Tuesday, February 5, 2008

Swimming through a Slough of Despond

Dear,

I haven’t written you for a while. It’s just that I’ve been suffering from some kind of sickness which deterred me from indulging in such exercise like this. You know, the past few months had been long and dragging for me. I know you could have well asked if I am okay if you’re here with me now. For some certain reasons, the answer would come necessarily in an instant. I would necessarily say that I am not and I am on the verge of hitting the lowest point that borders on extreme depression. But, here I am anyway; confiding to you the things I could only convey to the blank wall or by way of deleterious stare to nothingness.

If Kundera’s way of speaking such phrase as the condition of the unbearable lightness of being begins to be repugnant and annoying to the senses, it’s like abhorring and rebuking "Einmal ist keinmal" (once is nonce); however true, we have only one life to live and one being to bear that would continuously disrupt the levitative aspect that underlies the premise.

I’ve been bombarded with dissociative experiences lately and one couldn’t just imagine how I live each day with so much desperation. Pictures of myself vividly tell how I grapple with so much burden. . .so much pain. There I am almost losing balance while sitting on a stolid chair as I lie extendedly on the rest as if it was the old rattan which lulled me mostly during siesta there at the province. It happened there at the library. Everybody looked and I was embarrassed. There I am loitering along empty streets few hours before sunrise. I felt sadness at the sudden nocturnal life. I felt I had enough of this world when the radio stations sign off in the middle of the night leaving me with words of prayer: let us have our day’s rest it says. . .so what now? I ask myself. I have yet to finish these deadlines. There I am throwing these bad jokes about considering the mode of ending a perturbed journey: wires? Ropes? Wrist? Woolf’s way. . .which prompted me to tell someone that the reason behind writing about the sea is that I opt to follow Woolf’s path on deciding eternity.

There I am flunking an exam after an exam. I’ve not been performing and sometimes I tell myself that it’s high time to assess although it’s too late. Still, something inside me mysteriously drives my way pass these conundrums. It’s like an antibody. Is this some kind of an epic then? a personal legend, dear guru? Is this leading somewhere to nirvana?
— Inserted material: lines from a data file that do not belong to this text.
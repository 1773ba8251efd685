/**
 * The engine runs its real-space and Fourier sums in WebAssembly where available — the relaxed-SIMD build
 * (fused multiply-add) where it validates, else the plain SIMD build — and in JavaScript twins otherwise
 * (engine/wasm/module.ts; switched by the environment variables TORUSGRAV_NO_RELAXED_SIMD=1 and
 * TORUSGRAV_NO_WASM=1, read on every setup). `describeKernelPaths` registers a suite once per path so that
 * all three meet the same checks.
 */
import { afterAll, beforeAll, describe } from 'vitest';

export const KERNEL_PATHS = [
  { label: 'WebAssembly kernels', noWasm: false, noRelaxed: false },
  { label: 'WebAssembly kernels without relaxed SIMD', noWasm: false, noRelaxed: true },
  { label: 'JavaScript kernels', noWasm: true, noRelaxed: false },
] as const;

/** describe(`${title} [path]`, body) for each kernel path, with TORUSGRAV_NO_WASM set accordingly. */
export function describeKernelPaths(title: string, body: (path: (typeof KERNEL_PATHS)[number]) => void): void {
  for (const path of KERNEL_PATHS) {
    describe(`${title} [${path.label}]`, () => {
      const saved: Record<string, string | undefined> = {};
      const vars = { TORUSGRAV_NO_WASM: path.noWasm, TORUSGRAV_NO_RELAXED_SIMD: path.noRelaxed };
      beforeAll(() => {
        for (const [name, on] of Object.entries(vars)) {
          saved[name] = process.env[name];
          if (on) process.env[name] = '1';
          else delete process.env[name];
        }
      });
      afterAll(() => {
        for (const name of Object.keys(vars)) {
          if (saved[name] === undefined) delete process.env[name];
          else process.env[name] = saved[name];
        }
      });
      body(path);
    });
  }
}
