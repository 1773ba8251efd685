import { randomSeeded } from '../../engine/util/random';

/** Seeded uniform 32-bit unsigned integers (the engine's generator scaled), so that failures reproduce. */
export function uint32Seeded(seed: number): () => number {
  const r = randomSeeded(seed);
  return () => Math.floor(r() * 4294967296);
}
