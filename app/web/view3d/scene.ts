/**
 * The 3D view: the box outline, particles as points coloured by relative error (targets) or grey
 * (other particles), residual arrows as line segments, a picked-particle ring, orbit/zoom/pan, a slab
 * filter and screen-space picking. Renders on demand only (after a change or while the view moves).
 * While the camera moves, very large clouds draw a random prefix of their points. Clouds are held in
 * pieces of PIECE_POINTS points, each its own draw call, handed to the GPU a few per frame, so that a
 * 10⁶-point cloud is never uploaded in one long task.
 *
 * Software WebGL (no GPU): the page's thread waits, in the frame's commit, until the GPU process has
 * drawn the canvas (the compositor reads it back), so a frame's points are a frame's stall. There every
 * frame draws at most `perFrame` points, adapted to the measured wait (FRAME_WAIT_MS); a still image
 * larger than that is drawn over several frames into the kept drawing buffer (the first frame clears
 * and draws box, arrows and ring; the next ones add points in the same order, so the finished image
 * is the one a single frame would draw, but for the order of points at equal depth). A new cloud's
 * pieces are first drawn offscreen, where the page does not wait for them (preload).
 */
import * as THREE from 'three';
import { OrbitControls } from 'three/examples/jsm/controls/OrbitControls.js';
import type { Box } from '../../../engine/box';
import { frameRange, perFrameNext, pieceRange } from './frameBudget';
import { NO_SLAB, type Slab, pickNearest, slabContains, worldUnit } from './geometry';
import { pointsMaterial } from './pointsMaterial';

/**
 * Clouds larger than this are stored in a random order, so that while the view moves a prefix of them
 * can stand for all; how long that prefix is adapts to the frame time (software rendering is slow).
 */
export const MOVING_POINTS = 250_000;

/** Frame-time goal while the view moves (ms), and the smallest prefix drawn meanwhile. */
const MOVING_FRAME_MS = 40;
export const MOVING_MIN_POINTS = 20_000;

/**
 * Most points drawn in a still image when WebGL is rendered in software (SwiftShader, llvmpipe): a
 * random prefix of the cloud stands for the rest, and the view says so. Hardware draws everything.
 * Without a GPU the page's thread waits for each frame's pixels (the compositor reads the canvas back),
 * about 0.7–1.5 µs per point on the project machine under load; the image is drawn over several frames
 * of at most SOFTWARE_FRAME_MAX_POINTS, and this cap keeps the whole image within a few frames.
 */
export const SOFTWARE_STILL_POINTS = 100_000;

/**
 * Points per piece of a cloud (one buffer and draw call each), and new pieces uploaded per frame. Small
 * pieces: a software frame uploads only the pieces its points fall in, and so little more than it draws.
 */
export const PIECE_POINTS = 16_384;
const UPLOADS_PER_FRAME = 8;

/**
 * Software WebGL: the wait for a frame's pixels aimed at (ms; with the frame's own script it keeps the
 * page's tasks well under 100 ms on a loaded machine), the points a frame starts with, and the fewest
 * it is cut down to.
 */
export const FRAME_WAIT_MS = 35;
export const SOFTWARE_FRAME_POINTS = 25_000;
export const SOFTWARE_FRAME_MIN_POINTS = 4096;
/** Most points a software frame draws however fast the last frames were (the wait varies with the load). */
export const SOFTWARE_FRAME_MAX_POINTS = 50_000;

/** One rendered frame, for the browser tests (?testhooks): when, which points, and the wait that followed. */
export interface FrameRecord {
  readonly t: number;
  readonly from: number;
  readonly to: number;
  readonly moving: boolean;
  readonly clear: boolean;
  /** Whether the frame also drew a first point or line of a kind (compiling its program). */
  readonly warm: boolean;
  /** Whether the frame drew new pieces into an offscreen target only (their first draw, see preload). */
  readonly offscreen: boolean;
  /** Draw calls, and programs the renderer has compiled so far. */
  readonly calls: number;
  readonly programs: number;
  wait: number;
}

/** The last frames rendered (at most FRAME_LOG_MAX), oldest first. */
export const viewFrameLog: FrameRecord[] = [];
const FRAME_LOG_MAX = 400;

/** Whether the context renders in software (by the renderer string, where the browser tells it). */
function softwareRendered(gl: WebGLRenderingContext | WebGL2RenderingContext): boolean {
  try {
    const ext = gl.getExtension('WEBGL_debug_renderer_info');
    const name = String(ext ? gl.getParameter(ext.UNMASKED_RENDERER_WEBGL) : gl.getParameter(gl.RENDERER));
    return /swiftshader|llvmpipe|software|softpipe/i.test(name);
  } catch {
    return false;
  }
}

export const VIEW_COLOURS = {
  background: 0x17211f,
  box: 0x7f948d,
  context: [0.42, 0.48, 0.46] as const,
  arrow: 0xffb870,
  ring: [1, 0.35, 0.3] as const,
};

export interface ViewHandle {
  /**
   * Box and particles: targets (world xyz, rgb) in draw order, and other particles (world xyz), which
   * may be a random part of `contextTotal` (the count the view says it stands for; default all given).
   */
  setCloud(box: Box, targets: Float32Array | null, colours: Float32Array | null, context: Float32Array | null, contextTotal?: number): void;
  setArrows(segments: Float32Array | null): void;
  setSlab(slab: Slab): void;
  setContextVisible(on: boolean): void;
  /** Ring around the target at draw slot `slot` (−1: none). */
  setSelected(slot: number): void;
  /** Moves the camera to look at the target at draw slot `slot` from nearby. */
  flyTo(slot: number): void;
  /** Draw slot of the target nearest the pointer (client pixels inside the canvas), or −1. */
  pick(x: number, y: number): number;
  /** Points drawn in a still frame and points held (they differ only under software rendering). */
  drawn(): { shown: number; total: number; software: boolean };
  /** Most points a still frame draws (Infinity unless WebGL is rendered in software): more need not be built. */
  capacity(): number;
  resize(): void;
  render(): void;
  readonly canvas: HTMLCanvasElement;
  dispose(): void;
}

/** A piece of a cloud: its own buffers and draw call; `uploaded` once it was drawn (handed to the GPU). */
interface Piece {
  readonly points: THREE.Points;
  readonly geom: THREE.BufferGeometry;
  readonly count: number;
  uploaded: boolean;
}

function boxOutline(box: Box): THREE.LineSegments {
  const l = worldUnit(box);
  const g = new THREE.BoxGeometry(box.lx / l, box.ly / l, box.lz / l);
  const edges = new THREE.EdgesGeometry(g);
  g.dispose();
  const lines = new THREE.LineSegments(edges, new THREE.LineBasicMaterial({ color: VIEW_COLOURS.box }));
  lines.position.set(box.lx / l / 2, box.ly / l / 2, box.lz / l / 2);
  return lines;
}
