/**
 * How many points a frame of the 3D view draws, as pure functions (scene.ts applies them). Without a GPU
 * the page's thread waits for each frame's pixels, so a frame draws at most `perFrame` points, adapted
 * to the measured wait; a still image with more points is drawn over several frames, each adding the
 * next points of the draw order to the kept drawing buffer.
 */

export interface FrameAsk {
  /** WebGL is rendered in software (frames are budgeted and still images progressive). */
  readonly software: boolean;
  /** The camera moves (each frame is thrown away by the next). */
  readonly moving: boolean;
  /** Something shown changed since the last frame: the image starts anew. */
  readonly fresh: boolean;
  /** Points of the current still image drawn so far. */
  readonly drawnUpTo: number;
  /** Software: most points a frame draws. */
  readonly perFrame: number;
  /** Points a finished still image shows. */
  readonly shown: number;
  /** Most points a still image shows (Infinity with a GPU). */
  readonly still: number;
  /** With a GPU: points drawn while moving. */
  readonly budget: number;
}

/**
 * The slots [from, to) of the draw order the next frame draws (from = 0: it clears and draws the box,
 * arrows and ring too), or null when the still image is already complete.
 */
export function frameRange(a: FrameAsk): { from: number; to: number } | null {
  if (!a.software) return { from: 0, to: a.moving ? Math.min(a.budget, a.still) : a.still };
  if (a.moving || a.fresh) return { from: 0, to: Math.min(a.shown, a.perFrame) };
  const from = a.drawnUpTo, to = Math.min(a.shown, a.drawnUpTo + a.perFrame);
  return to > from ? { from, to } : null;
}

/** The part of the frame's slots [from, to) in a piece holding slots [offset, offset + count): start within the piece and count. */
export function pieceRange(offset: number, count: number, from: number, to: number): { start: number; count: number } {
  const a = Math.max(from, offset), b = Math.min(to, offset + count);
  return b > a ? { start: a - offset, count: b - a } : { start: 0, count: 0 };
}

/**
 * The next frame's point budget after a frame of `points` points whose pixels took `waitMs`: scaled by
 * goalMs / waitMs (at most ×1.5 up, ×4 down; unchanged within 20 %), within [min, max]. A frame well short
 * of the budget says nothing about a full one unless it was slow.
 */
export function perFrameNext(perFrame: number, points: number, waitMs: number, goalMs: number, min: number, max: number): number {
  if (points < perFrame / 2 && waitMs < goalMs) return perFrame;
  const f = Math.min(1.5, Math.max(0.25, goalMs / Math.max(1, waitMs)));
  if (f >= 0.8 && f <= 1.25) return perFrame;
  return Math.max(min, Math.min(max, Math.round(Math.min(perFrame, Math.max(points, 1)) * f)));
}
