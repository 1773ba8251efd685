/** The 3D view drawn on the page's own canvas: the fallback where a worker cannot draw WebGL. */
import type * as THREE from 'three';
import { canvasSnapshot } from '../report/reportCanvas';
import type { ViewBackend } from './viewBackend';
import { type RendererEvents, sceneRendererCreate } from './sceneRenderer';

export function viewInPage(canvas: HTMLCanvasElement, camera: THREE.PerspectiveCamera, events: RendererEvents): ViewBackend {
  const r = sceneRendererCreate(canvas, camera, events);
  return {
    ready: Promise.resolve({ software: r.software, capacity: r.capacity }),
    setCloud: (...a) => r.setCloud(...a),
    setArrows: (s) => r.setArrows(s),
    setSlab: (s) => r.setSlab(s),
    setContextVisible: (on) => r.setContextVisible(on),
    setRing: (at) => r.setRing(at),
    setMoving: (on) => r.setMoving(on),
    setSize: (w, h, ratio) => r.setSize(w, h, ratio),
    cameraChanged: () => r.redraw(),
    async image(timeoutMs) {
      const end = performance.now() + timeoutMs;
      while (r.busy() && performance.now() < end) await new Promise((done) => requestAnimationFrame(done));
      return canvasSnapshot(canvas);
    },
    dispose: () => r.dispose(),
  };
}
The accountant has a nibble of wisdom to share. While cursing on his worksheets almost tearing them to pieces just because of that 40 centavos he can’t balance, he shrieked. Maybe, like numbers appearing on two opposite sides of the chart, my life also needs to be. . er. . balanced?

I have so much to share. . .This is the end for now.

5 comments:

Yas Jayson said...

*wisdom is anywhere....ahehehe kahit yung accountant meron philosopical insights..jowk!

>napadaan lang.


[yas]

Anonymous said...

Though it seems that we move into unending gyres ad nauseum, we must, lest we forget, that Kundera's "Einmal ist keinma" ended well. There are moments we choose to redeem-- through pen. Don't go the Woolf way; there's too little of us left.